On every line of the listing, check for "LowEnergyTailConfig"; copy the lines that have it.
-------
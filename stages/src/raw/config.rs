//! The `raw:` section of a config as written: the column names of event and spectrum
//! files, the energy calibration per detector, the gates (automatic and written windows),
//! the PID polygons and the background method. [`RawConfig::build`](super::RawConfig::build)
//! (in `plan.rs`) checks it against the set-up; nothing here reads data.

use std::collections::BTreeMap;

use schemars::JsonSchema;
use serde::{Deserialize, Serialize};

/// Column names in the event files of one acquisition system.
#[derive(Debug, Clone, Deserialize, JsonSchema)]
#[serde(deny_unknown_fields)]
pub struct EventColumns {
    /// Detector column (integer or string).
    pub detector: String,
    /// Energy signal: ADC channel (integer or float).
    pub energy: String,
    /// ΔE signal, for particle-identification polygons.
    #[serde(default)]
    pub delta_e: Option<String>,
    /// Time stamp (read only to check it exists; not used for gating).
    #[serde(default)]
    pub time: Option<String>,
    /// Pile-up or veto flag: events with a non-zero value are tallied apart.
    #[serde(default)]
    pub pile_up: Option<String>,
}

/// Column names in spectrum files (one row per detector and channel).
#[derive(Debug, Clone, Deserialize, JsonSchema)]
#[serde(deny_unknown_fields)]
pub struct SpectrumColumns {
    /// Detector column.
    #[serde(default = "default_detector")]
    pub detector: String,
    /// Channel column.
    #[serde(default = "default_channel")]
    pub channel: String,
    /// Counts column.
    #[serde(default = "default_counts")]
    pub counts: String,
}

fn default_detector() -> String {
    "detector".into()
}
fn default_channel() -> String {
    "channel".into()
}
fn default_counts() -> String {
    "counts".into()
}

impl Default for SpectrumColumns {
    fn default() -> Self {
        SpectrumColumns { detector: default_detector(), channel: default_channel(), counts: default_counts() }
    }
}

/// Channel → MeV: E = offset + gain·c + quadratic·c².
#[derive(Debug, Clone, Copy, Deserialize, Serialize, JsonSchema, PartialEq)]
#[serde(deny_unknown_fields)]
pub struct CalibrationConfig {
    /// e₀ in MeV.
    pub offset_mev: f64,
    /// g in MeV per channel; > 0.
    pub gain_mev_per_channel: f64,
    /// q in MeV per channel²; the calibration must rise over every channel.
    #[serde(default)]
    pub quadratic_mev_per_channel2: f64,
    /// Standard uncertainty of e₀, MeV.
    #[serde(default)]
    pub offset_err_mev: f64,
    /// Standard uncertainty of g, MeV per channel.
    #[serde(default)]
    pub gain_err_mev_per_channel: f64,
}

impl CalibrationConfig {
    /// E(c) in MeV.
    pub fn energy_mev(&self, c: f64) -> f64 {
        self.offset_mev + c * (self.gain_mev_per_channel + c * self.quadratic_mev_per_channel2)
    }
    /// The channel whose energy is `energy_mev`: the root of q c² + g c + e₀ − E = 0 on the
    /// rising branch, written 2(E − e₀)/(g + √(g² + 4q(E − e₀))) so that it holds for q = 0
    /// without cancellation (W. H. Press et al., Numerical Recipes, 3rd ed. (2007), Eq.
    /// 5.6.4–5.6.5); where no real root exists, 2(E − e₀)/g (a starting point only).
    pub fn channel_of(&self, energy_mev: f64) -> f64 {
        let (g, q, d) = (self.gain_mev_per_channel, self.quadratic_mev_per_channel2, energy_mev - self.offset_mev);
        2.0 * d / (g + (g * g + 4.0 * q * d).max(0.0).sqrt())
    }
    /// σ_E(c) in MeV.
    pub fn energy_err_mev(&self, c: f64) -> f64 {
        self.offset_err_mev.hypot(c * self.gain_err_mev_per_channel)
    }
}

/// A written window for one detector and state, replacing the automatic one.
#[derive(Debug, Clone, Deserialize, JsonSchema)]
#[serde(deny_unknown_fields)]
pub struct WindowConfig {
    /// Detector id.
    pub detector: String,
    /// State name.
    pub state: String,
    /// Kinematic branch where the detector sees the state at two energies (a heavy beam on
    /// a lighter target): 1 for the higher-energy peak, 2 for the lower. Needed there;
    /// default 1 elsewhere.
    #[serde(default)]
    pub branch: Option<u8>,
    /// Peak window [low, high) in MeV (or give `window_channels`).
    #[serde(default)]
    pub window_mev: Option<[f64; 2]>,
    /// Peak window [low, high) in ADC channels, converted by the detector's calibration.
    #[serde(default)]
    pub window_channels: Option<[f64; 2]>,
    /// Left side band [low, high) in MeV; default from the automatic rule.
    #[serde(default)]
    pub left_mev: Option<[f64; 2]>,
    /// Left side band in channels.
    #[serde(default)]
    pub left_channels: Option<[f64; 2]>,
    /// Right side band [low, high) in MeV; default from the automatic rule.
    #[serde(default)]
    pub right_mev: Option<[f64; 2]>,
    /// Right side band in channels.
    #[serde(default)]
    pub right_channels: Option<[f64; 2]>,
    /// Where the peak sits, MeV, when not in the middle of the window: the window's
    /// acceptance is computed for a Gaussian centred here (default: the window's middle).
    #[serde(default)]
    pub peak_centroid_mev: Option<f64>,
}

/// Gates: automatic windows around the kinematic energies, and written ones.
#[derive(Debug, Clone, Deserialize, JsonSchema)]
#[serde(deny_unknown_fields)]
pub struct GatesConfig {
    /// Peak resolution σ in MeV (standard deviation); > 0.
    pub resolution_mev: f64,
    /// Standard uncertainty of the resolution σ in MeV (default 0); it gives the
    /// uncertainty of each window's acceptance (`window_acceptance_err`).
    #[serde(default)]
    pub resolution_err_mev: f64,
    /// A low-energy tail of the peaks, if the detectors show one; the window acceptance
    /// then includes it. Used with `background: side_bands` only.
    #[serde(default)]
    pub low_energy_tail: Option<LowEnergyTailConfig>,
    /// Half width of the peak window in units of σ (default 3).
    #[serde(default = "three")]
    pub window_resolutions: f64,
    /// Gap between window and side bands in units of σ (default 1).
    #[serde(default = "one")]
    pub side_band_gap_resolutions: f64,
    /// Width of each side band in units of σ (default 3).
    #[serde(default = "three")]
    pub side_band_width_resolutions: f64,
    /// Let the windows of two states of one detector overlap (an event then goes to the
    /// first state); default false: overlap is an error.
    #[serde(default)]
    pub allow_overlap: bool,
    /// Written windows.
    #[serde(default)]
    pub windows: Vec<WindowConfig>,
}

/// A low-energy tail: a fraction of each peak's counts in the Gaussian convolved with an
/// exponential towards low energy
/// ([`peak_acceptance`](crate::physics::peak_acceptance)).
#[derive(Debug, Clone, Copy, Deserialize, JsonSchema)]
#[serde(deny_unknown_fields)]
pub struct LowEnergyTailConfig {
    /// Fraction of the counts in the tail, in [0, 1).
    pub fraction: f64,
    /// Mean length of the exponential in MeV; > 0.
    pub length_mev: f64,
}

fn three() -> f64 {
    3.0
}
fn one() -> f64 {
    1.0
}

/// How the background under a peak is found.
#[derive(Debug, Clone, Copy, Default, PartialEq, Eq, Deserialize, Serialize, JsonSchema)]
#[serde(rename_all = "snake_case")]
pub enum BackgroundMethod {
    /// Linear, from the side bands.
    #[default]
    SideBands,
    /// Gaussian peaks on a linear background fitted over window and side bands.
    PeakFitLinear,
    /// Gaussian peaks on an exponential background.
    PeakFitExponential,
}

/// The `raw:` section of a config: how events and spectra become yields.
#[derive(Debug, Clone, Deserialize, JsonSchema)]
#[serde(deny_unknown_fields)]
pub struct RawConfig {
    /// Event-file columns.
    pub columns: EventColumns,
    /// Spectrum-file columns.
    #[serde(default)]
    pub spectrum_columns: SpectrumColumns,
    /// Detector values in the files → detector ids of the config; default: the value as
    /// text is the id.
    #[serde(default)]
    pub detector_ids: BTreeMap<String, String>,
    /// Channels at or above this are overflow (invalid); default 65535.
    #[serde(default = "default_overflow")]
    pub overflow_channel: u32,
    /// Calibration per detector id; the key `all` applies to detectors without their own.
    pub calibration: BTreeMap<String, CalibrationConfig>,
    /// Gates.
    pub gates: GatesConfig,
    /// PID polygons per detector id: vertices (E in MeV, ΔE in its own units).
    #[serde(default)]
    pub pid: BTreeMap<String, Vec<[f64; 2]>>,
    /// Background method.
    #[serde(default)]
    pub background: BackgroundMethod,
}

fn default_overflow() -> u32 {
    65535
}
-------
COMPLETED TASK
    pub low_energy_tail: Option<LowEnergyTailConfig>,
pub struct LowEnergyTailConfig {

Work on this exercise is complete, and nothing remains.